From: Andrea Arcangeli <aarcange@redhat.com>

THP allocation might be really disruptive when allocated on NUMA system
with the local node full or hard to reclaim. Stefan has posted an
allocation stall report on 4.12 based SLES kernel which suggests the
same issue:

[245513.362669] kvm: page allocation stalls for 194572ms, order:9, mode:0x4740ca(__GFP_HIGHMEM|__GFP_IO|__GFP_FS|__GFP_COMP|__GFP_NOMEMALLOC|__GFP_HARDWALL|__GFP_THISNODE|__GFP_MOVABLE|__GFP_DIRECT_RECLAIM), nodemask=(null)
[245513.363983] kvm cpuset=/ mems_allowed=0-1
[245513.364604] CPU: 10 PID: 84752 Comm: kvm Tainted: G        W 4.12.0+98-ph <a href="/view.php?id=1" title="[geschlossen] Integration Ramdisk" class="resolved">0000001</a> SLE15 (unreleased)
[245513.365258] Hardware name: Supermicro SYS-1029P-WTRT/X11DDW-NT, BIOS 2.0 12/05/2017
[245513.365905] Call Trace:
[245513.366535]  dump_stack+0x5c/0x84
[245513.367148]  warn_alloc+0xe0/0x180
[245513.367769]  __alloc_pages_slowpath+0x820/0xc90
[245513.368406]  ? __slab_free+0xa9/0x2f0
[245513.369048]  ? __slab_free+0xa9/0x2f0
[245513.369671]  __alloc_pages_nodemask+0x1cc/0x210
[245513.370300]  alloc_pages_vma+0x1e5/0x280
[245513.370921]  do_huge_pmd_wp_page+0x83f/0xf00
[245513.371554]  ? set_huge_zero_page.isra.52.part.53+0x9b/0xb0
[245513.372184]  ? do_huge_pmd_anonymous_page+0x631/0x6d0
[245513.372812]  __handle_mm_fault+0x93d/0x1060
[245513.373439]  handle_mm_fault+0xc6/0x1b0
[245513.374042]  __do_page_fault+0x230/0x430
[245513.374679]  ? get_vtime_delta+0x13/0xb0
[245513.375411]  do_page_fault+0x2a/0x70
[245513.376145]  ? page_fault+0x65/0x80
[245513.376882]  page_fault+0x7b/0x80
[...]
[245513.382056] Mem-Info:
[245513.382634] active_anon:126315487 inactive_anon:1612476 isolated_anon:5
                 active_file:60183 inactive_file:245285 isolated_file:0
                 unevictable:15657 dirty:286 writeback:1 unstable:0
                 slab_reclaimable:75543 slab_unreclaimable:2509111
                 mapped:81814 shmem:31764 pagetables:370616 bounce:0
                 free:32294031 free_pcp:6233 free_cma:0
[245513.386615] Node 0 active_anon:254680388kB inactive_anon:1112760kB active_file:240648kB inactive_file:981168kB unevictable:13368kB isolated(anon):0kB isolated(file):0kB mapped:280240kB dirty:1144kB writeback:0kB shmem:95832kB shmem_thp: 0kB shmem_pmdmapped: 0kB anon_thp: 81225728kB writeback_tmp:0kB unstable:0kB all_unreclaimable? no
[245513.388650] Node 1 active_anon:250583072kB inactive_anon:5337144kB active_file:84kB inactive_file:0kB unevictable:49260kB isolated(anon):20kB isolated(file):0kB mapped:47016kB dirty:0kB writeback:4kB shmem:31224kB shmem_thp: 0kB shmem_pmdmapped: 0kB anon_thp: 31897600kB writeback_tmp:0kB unstable:0kB all_unreclaimable? no

The defrag mode is "madvise" and from the above report it is clear that
the THP has been allocated for MADV_HUGEPAGA vma.
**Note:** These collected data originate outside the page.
@pytest.fixture
def cf_findings_or_none(request):
    """The CF checker of conftest.py where it is installed, else None (the rest of the test runs)."""
    try:
        return request.getfixturevalue("cf_findings")
    except pytest.skip.Exception:
        return None
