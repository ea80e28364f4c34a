/**
 * The tool's version. The bundled command (`bin/build-cli.mjs`) has it written in at build time as the
 * constant `FIELDTALLY_VERSION`; run from source, it is read from the repository's package.json.
 */
import { readFileSync } from 'node:fs';

declare const FIELDTALLY_VERSION: string | undefined;

/** The tool's version, e.g. `0.1.0`. */
export function toolVersion(): string {
  if (typeof FIELDTALLY_VERSION === 'string') return FIELDTALLY_VERSION;
  const pkg = JSON.parse(readFileSync(new URL('../../package.json', import.meta.url), 'utf8')) as { version: string };
  return pkg.version;
}
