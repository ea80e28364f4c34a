/**
 * What the plane verbs (`cut`, `loss`, `balance`) share: option parsing for planes, regions and field
 * roles, and the JSON / text rendering of surface integrals. Not a verb (it lives outside `verbs/`).
 */
import type { IntegralOptions, Stat, SurfaceIntegrals } from '../cut/integrals.ts';
import { allFieldRefs } from '../cut/cutFields.ts';
import { guessRole } from '../cut/fieldRoles.ts';
import type { RegionSpec } from '../cut/region.ts';
import type { Dataset } from '../model/dataset.ts';
import { findField } from '../model/piece.ts';
import { CAUTION } from '../study/caution.ts';
import { parseDirection, parseNumber, parseVec3, str, type OptionKind, type ParsedArgs } from './args.ts';

export const SIGN_CONVENTION = 'Fluxes (volume-flow rate Q = ∫u·n dA, mass-flow rate ṁ = ∫ρ u·n dA) are positive along the given plane normal n (unit). Mass-flow-weighted means do not depend on the sign of n.';
export const UNITS_NOTE = 'All values are in the file\'s units (SI files: m, m², m³/s, kg/s, Pa); no unit conversion is done.';
export const FIELD_RULE = 'Default fields: the velocity is the unique 3-component point or cell array named u, vel, velocity, velocities or velocity…; ' +
  'the pressure the unique scalar named p, pres, press, pressure or static pressure; the density the unique scalar named rho, dens or density ' +
  '(case-insensitive; the point array when a cell array shares its name). When none or several qualify, name it with --velocity/--pressure/--rho ' +
  '(prefix point: or cell: to choose the association); without a velocity the command stops unless given --velocity none.';
export { CAUTION };

/** Options every plane verb understands (besides its plane options). */
export const FIELD_OPTIONS: Record<string, OptionKind> = {
  velocity: 'string', pressure: 'string', rho: 'string', kinematic: 'boolean', json: 'boolean',
};

/** Region options of the cut verb (and, prefixed, of the others). */
export const REGION_OPTIONS: Record<string, OptionKind> = { seed: 'string', disk: 'string', rect: 'string', groups: 'string' };

export const REGION_HELP = [
  '  --seed x,y,z            keep the connected part of the cut that contains this point (projected onto the plane)',
  '  --disk x,y,z:r          keep the part inside the disk of radius r around x,y,z (exact clipping, arcs included)',
  '  --rect x,y,z:ax,ay,az:h1,h2  keep the part inside the rectangle centred at x,y,z, side along ax,ay,az (in the plane), half-sizes h1, h2',
  '  --groups field:id,id,…  keep cells whose integer cell array "field" is one of the ids',
].join('\n');

export const FIELD_HELP = [
  '  --velocity name|none    velocity field (default: see below; an error when no single field qualifies)',
  '  --pressure name|none    pressure field (default: see below)',
  '  --rho value|name|none   density: a constant or a field (default: a density field if there is one, else none — then no mass-flow results)',
  '  --kinematic             the pressure field holds p/ρ: total pressure is reported as p₀/ρ = p/ρ + ½|u|²',
  '  --json                  print JSON instead of the table',
].join('\n');

/**
 * Integral options from --velocity/--pressure/--rho/--kinematic, checked against the dataset's fields: when
 * --velocity is not given and the rule finds no single velocity field, this throws asking for --velocity
 * (`--velocity none` measures without one). `none` also works for --pressure and --rho.
 */
export function integralOptions(args: ParsedArgs, d: Dataset): Partial<IntegralOptions> {
  const none = (v: string | undefined) => (v === 'none' ? null : v);
  const rho = str(args, 'rho');
  let density: number | string | null | undefined;
  if (rho !== undefined) density = rho === 'none' ? null : /^[-+]?(\d|\.\d)/.test(rho.trim()) ? parseNumber(rho, 'rho') : rho;
  const velocity = none(str(args, 'velocity'));
  if (velocity === undefined) {
    const infos = allFieldRefs(d).map((r) => ({ ...r, components: findField(d.pieces[0]!, r.name, r.association)!.components }));
    const g = guessRole(infos, 'velocity');
    if (!g.field) {
      const vecs = infos.filter((f) => f.components === 3).map((f) => `${f.name} (${f.association})`).join(', ') || 'none';
      throw new Error(`${g.candidates.length > 1 ? `several velocity fields (${g.candidates.join(', ')})` : 'no field named like a velocity'}: give --velocity <name> (3-component fields: ${vecs}) or --velocity none`);
    }
  }
  return { velocity, pressure: none(str(args, 'pressure')), density, kinematicPressure: args.options.kinematic === true };
}

/** Region filters from --seed/--disk/--rect/--groups (option names prefixed with `prefix`). */
export function regionSpecs(args: ParsedArgs, prefix = ''): RegionSpec[] {
  const out: RegionSpec[] = [];
  const seed = str(args, `${prefix}seed`), disk = str(args, `${prefix}disk`), rect = str(args, `${prefix}rect`), groups = str(args, `${prefix}groups`);
  if (seed) out.push({ kind: 'seed', point: parseVec3(seed, `${prefix}seed`) });
  if (disk) {
    const [c, r] = disk.split(':');
    if (!c || !r) throw new Error(`--${prefix}disk: expected x,y,z:radius, got "${disk}"`);
    out.push({ kind: 'disk', centre: parseVec3(c, `${prefix}disk`), radius: parseNumber(r, `${prefix}disk`) });
  }
  if (rect) {
    const [c, a, h] = rect.split(':');
    const hs = h?.split(',').map((s) => parseNumber(s, `${prefix}rect`));
    if (!c || !a || !hs || hs.length !== 2) throw new Error(`--${prefix}rect: expected x,y,z:ax,ay,az:h1,h2, got "${rect}"`);
    out.push({ kind: 'rectangle', centre: parseVec3(c, `${prefix}rect`), axis: parseVec3(a, `${prefix}rect`), half: [hs[0]!, hs[1]!] });
  }
  if (groups) {
    const i = groups.lastIndexOf(':');
    if (i <= 0) throw new Error(`--${prefix}groups: expected field:id,id,…, got "${groups}"`);
    out.push({ kind: 'groups', field: groups.slice(0, i), ids: groups.slice(i + 1).split(',').map((s) => parseNumber(s, `${prefix}groups`)) });
  }
  return out;
}

/** A plane written `x,y,z@nx,ny,nz`. */
export function parsePlane(text: string, option: string): { origin: [number, number, number]; normal: [number, number, number] } {
  const [o, n] = text.split('@');
  if (!o || !n) throw new Error(`--${option}: expected origin@normal as x,y,z@nx,ny,nz, got "${text}"`);
  return { origin: parseVec3(o, option), normal: parseDirection(n, option) };
}

/** Rounds for JSON: keeps 12 significant digits (the computation is exact to about that on exact fields). */
export function num(v: number | null): number | null {
  return v === null ? null : Number(v.toPrecision(12));
}

function stat(v: Stat): Stat { return Array.isArray(v) ? v.map((x) => num(x)!) : num(v)!; }
function record<T extends Stat>(r: Record<string, T>): Record<string, Stat> {
  return Object.fromEntries(Object.entries(r).map(([k, v]) => [k, stat(v)]));
}

/** The JSON object of one surface's integrals. */
export function integralsJson(s: SurfaceIntegrals): Record<string, unknown> {
  return {
    empty: s.empty, reason: s.reason, triangles: s.triangles,
    area: num(s.area), centroid: s.centroid?.map((x) => num(x)) ?? null, normal: s.normal?.map((x) => num(x)) ?? null,
    volumeFlowRate: num(s.volumeFlowRate), massFlowRate: num(s.massFlowRate),
    areaMean: record(s.areaMean), massFlowMean: record(s.massFlowMean),
    magnitudeAreaMean: record(s.magnitudeAreaMean), magnitudeMassFlowMean: record(s.magnitudeMassFlowMean),
    integral: record(s.integral), min: record(s.min), max: record(s.max),
    magnitudeMin: record(s.magnitudeMin), magnitudeMax: record(s.magnitudeMax),
    staticPressure: s.staticPressure && { areaMean: num(s.staticPressure.areaMean), massFlowMean: num(s.staticPressure.massFlowMean), kinematic: s.staticPressure.kinematic },
    totalPressure: s.totalPressure && { areaMean: num(s.totalPressure.areaMean), massFlowMean: num(s.totalPressure.massFlowMean), kinematic: s.totalPressure.kinematic },
    uniformityIndex: num(s.uniformityIndex),
    reverseFlow: s.reverseFlow && {
      area: num(s.reverseFlow.area), areaShare: num(s.reverseFlow.areaShare), volumeFlowRate: num(s.reverseFlow.volumeFlowRate),
      massFlowRate: num(s.reverseFlow.massFlowRate), massShare: num(s.reverseFlow.massShare),
    },
    fields: s.roles, notes: s.notes,
  };
}

/** Number formatting for tables: 6 significant digits. */
export function fmt(v: number | null | undefined): string {
  if (v === null || v === undefined) return '—';
  if (v === 0) return '0';
  return Math.abs(v) >= 1e-3 && Math.abs(v) < 1e6 ? String(Number(v.toPrecision(6))) : v.toExponential(5);
}

function fmtStat(v: Stat | undefined): string {
  if (v === undefined) return '—';
  return Array.isArray(v) ? `(${v.map(fmt).join(', ')})` : fmt(v);
}

/** Readable table of one surface's integrals. */
export function integralsTable(s: SurfaceIntegrals): string[] {
  if (s.empty) return [`EMPTY: ${s.reason ?? 'no surface'} — no numbers reported`];
  const lines = [
    `area                      ${fmt(s.area)}`,
    `centroid                  (${s.centroid!.map(fmt).join(', ')})`,
    `normal n                  (${s.normal?.map(fmt).join(', ') ?? '—'})`,
    `volume-flow rate Q        ${fmt(s.volumeFlowRate)}`,
    `mass-flow rate ṁ          ${fmt(s.massFlowRate)}`,
  ];
  if (s.staticPressure) lines.push(`static pressure${s.staticPressure.kinematic ? ' p/ρ' : ' p  '}       area mean ${fmt(s.staticPressure.areaMean)}   mass-flow mean ${fmt(s.staticPressure.massFlowMean)}`);
  if (s.totalPressure) lines.push(`total pressure${s.totalPressure.kinematic ? ' p₀/ρ' : ' p₀  '}      area mean ${fmt(s.totalPressure.areaMean)}   mass-flow mean ${fmt(s.totalPressure.massFlowMean)}`);
  if (s.uniformityIndex !== null) lines.push(`uniformity index γ        ${fmt(s.uniformityIndex)}`);
  if (s.reverseFlow) lines.push(`reverse flow (u·n < 0)    area ${fmt(s.reverseFlow.area)} (${fmt(100 * s.reverseFlow.areaShare)} %)   Q ${fmt(s.reverseFlow.volumeFlowRate)}   ṁ ${fmt(s.reverseFlow.massFlowRate)}`);
  const names = Object.keys(s.areaMean);
  const w = Math.max(10, ...names.map((n) => n.length + 2));
  lines.push('', `${'field'.padEnd(w)} ${'area mean'.padEnd(30)} ${'mass-flow mean'.padEnd(30)} ${'min'.padEnd(30)} max`);
  for (const n of names) {
    lines.push(`${n.padEnd(w)} ${fmtStat(s.areaMean[n]).padEnd(30)} ${fmtStat(s.massFlowMean[n]).padEnd(30)} ${fmtStat(s.min[n]).padEnd(30)} ${fmtStat(s.max[n])}`);
    if (n in s.magnitudeAreaMean) {
      lines.push(`${('|' + n + '|').padEnd(w)} ${fmt(s.magnitudeAreaMean[n]).padEnd(30)} ${fmt(s.magnitudeMassFlowMean[n]).padEnd(30)} ${fmt(s.magnitudeMin[n]).padEnd(30)} ${fmt(s.magnitudeMax[n])}`);
    }
  }
  lines.push('', `fields: velocity ${s.roles.velocity ?? 'none'}, pressure ${s.roles.pressure ?? 'none'}, density ${s.roles.density ?? 'none'}`);
  for (const n of s.notes) lines.push(`note: ${n}`);
  return lines;
}

/** Closing lines every text report carries. */
export function footer(): string[] {
  return ['', SIGN_CONVENTION, UNITS_NOTE, `Caution: ${CAUTION}`];
}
Andrea has identified that the main source of the problem is
__GFP_THISNODE usage:

: The problem is that direct compaction combined with the NUMA
: __GFP_THISNODE logic in mempolicy.c is telling reclaim to swap very
: hard the local node, instead of failing the allocation if there's no
: THP available in the local node.
:
: Such logic was ok until __GFP_THISNODE was added to the THP allocation
: path even with MPOL_DEFAULT.
:
: The idea behind the __GFP_THISNODE addition, is that it is better to
: provide local memory in PAGE_SIZE units than to use remote NUMA THP
: backed memory. That largely depends on the remote latency though, on
: threadrippers for example the overhead is relatively low in my
: experience.
:
: The combination of __GFP_THISNODE and __GFP_DIRECT_RECLAIM results in
: extremely slow qemu startup with vfio, if the VM is larger than the
: size of one host NUMA node. This is because it will try very hard to
: unsuccessfully swapout get_user_pages pinned pages as result of the
: __GFP_THISNODE being set, instead of falling back to PAGE_SIZE
: allocations and instead of trying to allocate THP on other nodes (it
: would be even worse without vfio type1 GUP pins of course, except it'd
: be swapping heavily instead).

Fix this by removing __GFP_THISNODE for THP requests which are
requesting the direct reclaim. This effectivelly reverts 5265047ac301 on
the grounds that the zone/node reclaim was known to be disruptive due
to premature reclaim when there was memory free. While it made sense at
the time for HPC workloads without NUMA awareness on rare machines, it
was ultimately harmful in the majority of cases. The existing behaviour
is similiar, if not as widespare as it applies to a corner case but
crucially, it cannot be tuned around like zone_reclaim_mode can. The
default behaviour should always be to cause the least harm for the
common case.

If there are specialised use cases out there that want zone_reclaim_mode
in specific cases, then it can be built on top. Longterm we should
consider a memory policy which allows for the node reclaim like behavior
for the specific memory ranges which would allow a

[1] http://lkml.kernel.org/r/20180820032204.9591-1-aarcange@redhat.com

[mhocko@suse.com: rewrote the changelog based on the one from Andrea]
Fixes: 5265047ac301 ("mm, thp: really limit transparent hugepage allocation to local node")
Cc: Zi Yan <zi.yan@cs.rutgers.edu>
Cc: stable # 4.1+
Reported-by: Stefan Priebe <s.priebe@profihost.ag>
Debugged-by: Andrea Arcangeli <aarcange@redhat.com>
Reported-by: Alex Williamson <alex.williamson@redhat.com>
Signed-off-by: Andrea Arcangeli <aarcange@redhat.com>
Signed-off-by: Michal Hocko <mhocko@suse.com>
Reviewed-by: Mel Gorman <mgorman@techsingularity.net>
Nacked-by: David Rientjes <rientjes@google.com>
---
 mm/mempolicy.c | 32 ++++++++++++++++++++++++++++++--
 1 file changed, 30 insertions(+), 2 deletions(-)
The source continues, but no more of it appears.